# air con/heat controls



## ChevyGuy (Dec 13, 2014)

There are two types of A/C controls - the "manual" and the "automatic". Since you have a LTZ, I'd think it would be the automatic. When you move the control, you should see the temp and fan speed show up on the radio. (Assuming it's still the stock radio). Is that not happening? What happens if you change the fan speed?


----------



## Black Tammy (Jul 8, 2019)

Yes, the auto works great and has all summer. I can also go in and set controls manually using the mode button. That's where I tried to get my windows de-fogged many times this summer. Finally I realized the only way to keep my windows from fogging up is to use the auto setting, which now, in the summer, involves air conditioning. Now that's it's getting cold, I want to change my auto setting to involve heat, not air conditioning. The manual says that you should push auto button and then set the temperature. I don't know how to set the temperature, for the auto setting. That's my question. I'd like to stay with the auto setting, since the defrosting doesn't work worth a darn. I may have to take the car to the dealership. There may be something wrong with the temp control. It seems to me that if I just turn on the fan and nothing else, turning the temp control knob to red, should cause heat to come out of the vents. It does not.


----------



## Blasirl (Mar 31, 2015)

See section 8-3, about 1/2 way into the manual.

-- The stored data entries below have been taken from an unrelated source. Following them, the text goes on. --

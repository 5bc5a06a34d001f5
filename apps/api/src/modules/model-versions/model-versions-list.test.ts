import { afterAll, beforeAll, describe, expect, it } from "vitest";
import { expectBadQuery, setCreatedAt } from "../../test-support/list-fixtures.js";
import { signIn, type SignedInAgent } from "../../test-support/sign-in.js";
import { createTestContext, type TestContext } from "../../test-support/test-context.js";
import { testModelVersionBody } from "../runs/runs.fixtures.js";

let t: TestContext;
let manager: SignedInAgent;

beforeAll(async () => {
  t = await createTestContext();
  manager = await signIn(t.app, "manager");
  const analyst = await signIn(t.app, "analyst");
  const rows = [
    { name: "Core assumptions", notes: "baseline tail", day: "2026-03-01" },
    { name: "Constrained ECS", notes: "narrower 5_95 band", day: "2026-03-02" },
    { name: "Wide tail", notes: "fat tail for stress tests", day: "2026-03-03" },
  ];
  for (const row of rows) {
    const res = await analyst.post("/api/model-versions").send(testModelVersionBody({ name: row.name, notes: row.notes }));
    expect(res.status).toBe(201);
    await setCreatedAt(t, "model_versions", res.body.id, `${row.day}T08:00:00Z`);
  }
});
afterAll(async () => {
  await t.close();
});

const names = (body: { items: Array<{ name: string }> }) => body.items.map((r) => r.name);

describe("GET /api/model-versions as a paged list", () => {
  it("pages with the total and sorts by name and creation", async () => {
    const p1 = await manager.get("/api/model-versions?sort=name:asc&limit=2");
    expect(p1.status).toBe(200);
    expect(p1.body.total).toBe(3);
    expect(names(p1.body)).toEqual(["Constrained ECS", "Core assumptions"]);
    expect(names((await manager.get("/api/model-versions?sort=name:asc&limit=2&offset=2")).body)).toEqual(["Wide tail"]);
    expect(names((await manager.get("/api/model-versions?sort=createdAt:asc")).body)).toEqual([
      "Core assumptions",
      "Constrained ECS",
      "Wide tail",
    ]);
  });

  it("searches name and notes case-insensitively, _ literally", async () => {
    expect(names((await manager.get("/api/model-versions?q=TAIL&sort=name:asc")).body)).toEqual(["Core assumptions", "Wide tail"]);
    expect(names((await manager.get("/api/model-versions?q=5_9")).body)).toEqual(["Constrained ECS"]);
    expect((await manager.get("/api/model-versions?q=5_8")).body.total).toBe(0);
  });

  it("filters by status, author and creation date", async () => {
    expect((await manager.get("/api/model-versions?status=draft")).body.total).toBe(3);
    expect((await manager.get("/api/model-versions?status=approved")).body.total).toBe(0);
    expect((await manager.get("/api/model-versions?author=ines")).body.total).toBe(3);
    expect((await manager.get("/api/model-versions?author=ruth")).body.total).toBe(0);
    expect(names((await manager.get("/api/model-versions?from=2026-03-02T00:00:00Z&to=2026-03-03")).body)).toEqual([
      "Wide tail",
      "Constrained ECS",
    ]);
  });

  it("answers 400 naming each bad query field", async () => {
    await expectBadQuery(manager, "/api/model-versions?status=nonsense&sort=model:desc&offset=1.5", ["status", "sort", "offset"]);
    await expectBadQuery(manager, "/api/model-versions?mine=yes&undrafted=0", ["mine", "undrafted"]);
  });

  // Last: it adds a version drafted from another.
  it("filters the signed-in person's own versions (mine) and those nothing was drafted from (undrafted)", async () => {
    const analyst = await signIn(t.app, "analyst");
    expect((await analyst.get("/api/model-versions?mine=true")).body.total).toBe(3);
    expect((await manager.get("/api/model-versions?mine=true")).body.total).toBe(0);
    expect((await manager.get("/api/model-versions?mine=false")).body.total).toBe(3);
    const core = (await manager.get("/api/model-versions?q=core")).body.items[0];
    const child = await analyst.post("/api/model-versions").send(testModelVersionBody({ name: "Core assumptions, redrafted", parentId: core.id }));
    expect(child.status).toBe(201);
    expect(names((await manager.get("/api/model-versions?undrafted=false")).body)).toEqual(["Core assumptions"]);
    expect(names((await manager.get("/api/model-versions?undrafted=true&q=core")).body)).toEqual(["Core assumptions, redrafted"]);
    expect((await manager.get("/api/model-versions?undrafted=true")).body.total).toBe(3);
  });
});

https://my.chevrolet.com/content/dam/gmownercenter/gmna/dynamic/manuals/2012/chevrolet/cruze/2012_chevrolet_cruze_owners.pdf


----------



## Black Tammy (Jul 8, 2019)

I really appreciate that but I have that manual and that's exactly where the source of my puzzlement lies; page 8-4 says 
"To place the system in automatic
mode do the following:
1. Press AUTO.
2. Set the temperature. Allow the
system time to stabilize. Then
adjust the temperature as needed for best comfort."
I don't know how to change the temperature other than with the red/blue temp knob, which does nothing when I move it. Maybe it's not functioning correctly or is there a way to set the temp numerically?


----------



## Blasirl (Mar 31, 2015)

And how long do you wait to decide that it's not working?

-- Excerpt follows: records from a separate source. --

import { Link, useParams } from "react-router-dom";
import { paths } from "@/config/paths";
import { useMe } from "@/features/auth/api/get-me";
import { useModelVersion } from "@/features/model-versions/api/get-model-version";
import { useModelVersionDiff } from "@/features/model-versions/api/get-model-version-diff";
import { AssumptionsTable } from "@/features/model-versions/components/assumptions-table";
import { DiffTable } from "@/features/model-versions/components/diff-table";
import { ImpactPanel } from "@/features/model-versions/components/impact-panel";
import { PinnedPerilProfilesList, profileNames } from "@/features/model-versions/components/pinned-peril-profiles";
import { diffProfileIds } from "@/features/model-versions/lib/diff-profile-ids";
import { usePerilProfilesByIds } from "@/app/use-peril-profiles-by-ids";
import { usePinnedPathways } from "@/app/use-pinned-pathways";
import { ReviewWaitNote } from "@/features/model-versions/components/review-wait-note";
import { SubmitPanel } from "@/features/model-versions/components/submit-panel";
import { StatusBadge } from "@/components/ui/badges";
import { ButtonLink } from "@/components/ui/button";
import { Card, CardBody, CardHeader } from "@/components/ui/card";
import { PageHeader } from "@/components/ui/page-header";
import { ErrorState, LoadingState } from "@/components/ui/states";
import { formatDateTime } from "@/lib/format";

export default function ModelVersionPage() {
  const { versionId = "" } = useParams();
  const me = useMe();
  const version = useModelVersion(versionId);
  const diff = useModelVersionDiff(versionId);
  const profiles = usePerilProfilesByIds([...(version.data?.perilProfileIds ?? []), ...diffProfileIds(diff.data)]);
  const pinned = usePinnedPathways(version.data?.pathwayIds ?? []);
  if (version.isPending) return <LoadingState />;
  if (version.isError) return <ErrorState error={version.error} retry={() => version.refetch()} />;
  const v = version.data;
  const can = (p: string) => me.data?.permissions.includes(p) ?? false;
  const own = v.authorId === me.data?.user.id;
  // The diff is taken against the parent by default, and names it.
  const parent = v.parentId && diff.data?.against?.id === v.parentId ? diff.data.against : null;
  const c = v.model.constraint;

  return (
    <>
      <PageHeader
        kicker={
          <span className="flex items-center gap-2">
            Model version <StatusBadge status={v.status} />
          </span>
        }
        title={`${v.name} v${v.versionNumber}`}
        description={
          <>
            Drafted by {v.authorName ?? "–"} · {formatDateTime(v.createdAt)}
            {/* The number counts within the version's own line, so a renamed copy's parent is named here. */}
            {parent && (
              <>
                {" · from "}
                <Link to={paths.modelVersion.build(parent.id)} className="text-accent underline">
                  {parent.name} v{parent.versionNumber}
                </Link>
              </>
            )}
            {v.changeClass ? ` · ${v.changeClass} change` : ""}
          </>
        }
        actions={
          <>
            {can("model-versions:write") && v.status === "draft" && own && (
              <ButtonLink to={paths.modelVersionEdit.build(v.id)} variant="secondary">
                Edit draft
              </ButtonLink>
            )}
            {can("model-versions:write") && (
              <ButtonLink to={paths.modelVersionNew.build(v.id)} variant="secondary">
                New draft from this
              </ButtonLink>
            )}
            {can("model-versions:decide") && (v.status === "in-review" || v.status === "approved") && (
              <ButtonLink to={paths.modelVersionReview.build(v.id)} variant="primary">
                {v.status === "in-review" ? "Review" : "Retire…"}
              </ButtonLink>
            )}
            {can("runs:create") && v.status !== "rejected" && v.status !== "retired" && (
              <ButtonLink to={paths.runNew.build(v.id)} variant={v.status === "approved" ? "primary" : "secondary"}>
                Run with this version
              </ButtonLink>
            )}
          </>
        }
      />
      <ReviewWaitNote version={v} isAuthor={own} />
      {(v.decisionComment || v.submissionNote) && (
        <Card className="mb-6">
          <CardBody className="grid gap-3 text-sm md:grid-cols-2">
            {v.submissionNote && (
              <div>
                <p className="text-muted">Note on submission</p>
                <p>{v.submissionNote}</p>
              </div>
            )}
            {v.decisionComment && (
              <div>
                <p className="text-muted">
                  Decision by {v.decidedByName ?? "–"}, {formatDateTime(v.decidedAt)}
                </p>
                <p>{v.decisionComment}</p>
              </div>
            )}
          </CardBody>
        </Card>
      )}
      {v.status === "draft" && own && can("model-versions:write") && (
        <Card className="mb-6">
          <CardHeader
            title="Send for review"
            subtitle="A manager other than you decides. You cannot edit the version while it is in review."
          />
          <CardBody>
            <SubmitPanel versionId={v.id} />
          </CardBody>
        </Card>
      )}
      <div className="grid gap-6">
        <Card>
          <CardHeader
            title="Assumptions"
            subtitle={`Concentration expression: ${v.model.forcingExpression}. ${c ? `Constrained by ${c.observed} ± ${c.sd} K over ${c.from}–${c.to}.` : "No observational constraint."}`}
          />
          <CardBody>
            <AssumptionsTable model={v.model} />
            {v.model.correlations.length > 0 && (
              <p className="mt-3 text-sm text-muted">
                Rank correlations: {v.model.correlations.map((x) => `${x.between[0]} ↔ ${x.between[1]} ${x.rank}`).join("; ")}
              </p>
            )}
          </CardBody>
        </Card>
        <Card>
          <CardHeader title="Changes against the parent" />
          <CardBody>
            {diff.isPending ? (
              <LoadingState />
            ) : diff.isError ? (
              <ErrorState error={diff.error} />
            ) : (
              <DiffTable diff={diff.data} profileNames={profileNames(profiles)} />
            )}
          </CardBody>
        </Card>
        <Card>
          <CardHeader
            title="Effect on key outputs"
            subtitle="A preview ensemble of this version and its parent, side by side, on every pinned pathway."
          />
          <CardBody>
            {pinned === null ? (
              <LoadingState />
            ) : (
              <ImpactPanel versionId={v.id} parentId={v.parentId} autoStart={false} pathways={pinned} changeClass={v.changeClass} />
            )}
          </CardBody>
        </Card>
        <Card>
          <CardHeader title="Pinned peril profiles" />
          <CardBody>
            <PinnedPerilProfilesList ids={v.perilProfileIds} profiles={profiles} />
          </CardBody>
        </Card>
        <Card>
          <CardHeader title="Notes" />
          <CardBody>
            <p className="whitespace-pre-wrap text-sm">{v.notes || "—"}</p>
            <p className="mt-3 text-xs text-muted">
              Run defaults: percentiles {v.defaults.percentiles.join(", ")} · thresholds {v.defaults.thresholds.join(", ")} K · horizons{" "}
              {v.defaults.horizons.join(", ")} · baseline {v.defaults.baseline.join("–")}
            </p>
          </CardBody>
        </Card>
      </div>
    </>
  );
}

Put on high heat and drive for at least 5 minutes, or put on cold with the AC button on and drive for 5 minutes. What do you get?


----------



## Blasirl (Mar 31, 2015)

No air from vents!


----------



## Black Tammy (Jul 8, 2019)

Blasirl said:


> And how long do you wait to decide that it's not working?
> 
> Put on high heat and drive for at least 5 minutes, or put on cold with the AC button on and drive for 5 minutes. What do you get?


That's a good suggestion. Yesterday our weather was rainy, lots of humidity and I had a very, very hard time keeping my windshield defrosted. Had to pull over, it was so bad. I tried all kinds of combinations. I'll just have to keep experimenting but until the weather gets really cold, I probably won't know for sure. We're just now getting into 50-60 degree weather.


----------



## Brewster (Jan 24, 2019)

Hi there,

I have a 2012 Cruze LTZ and this is how my automatic climate works. 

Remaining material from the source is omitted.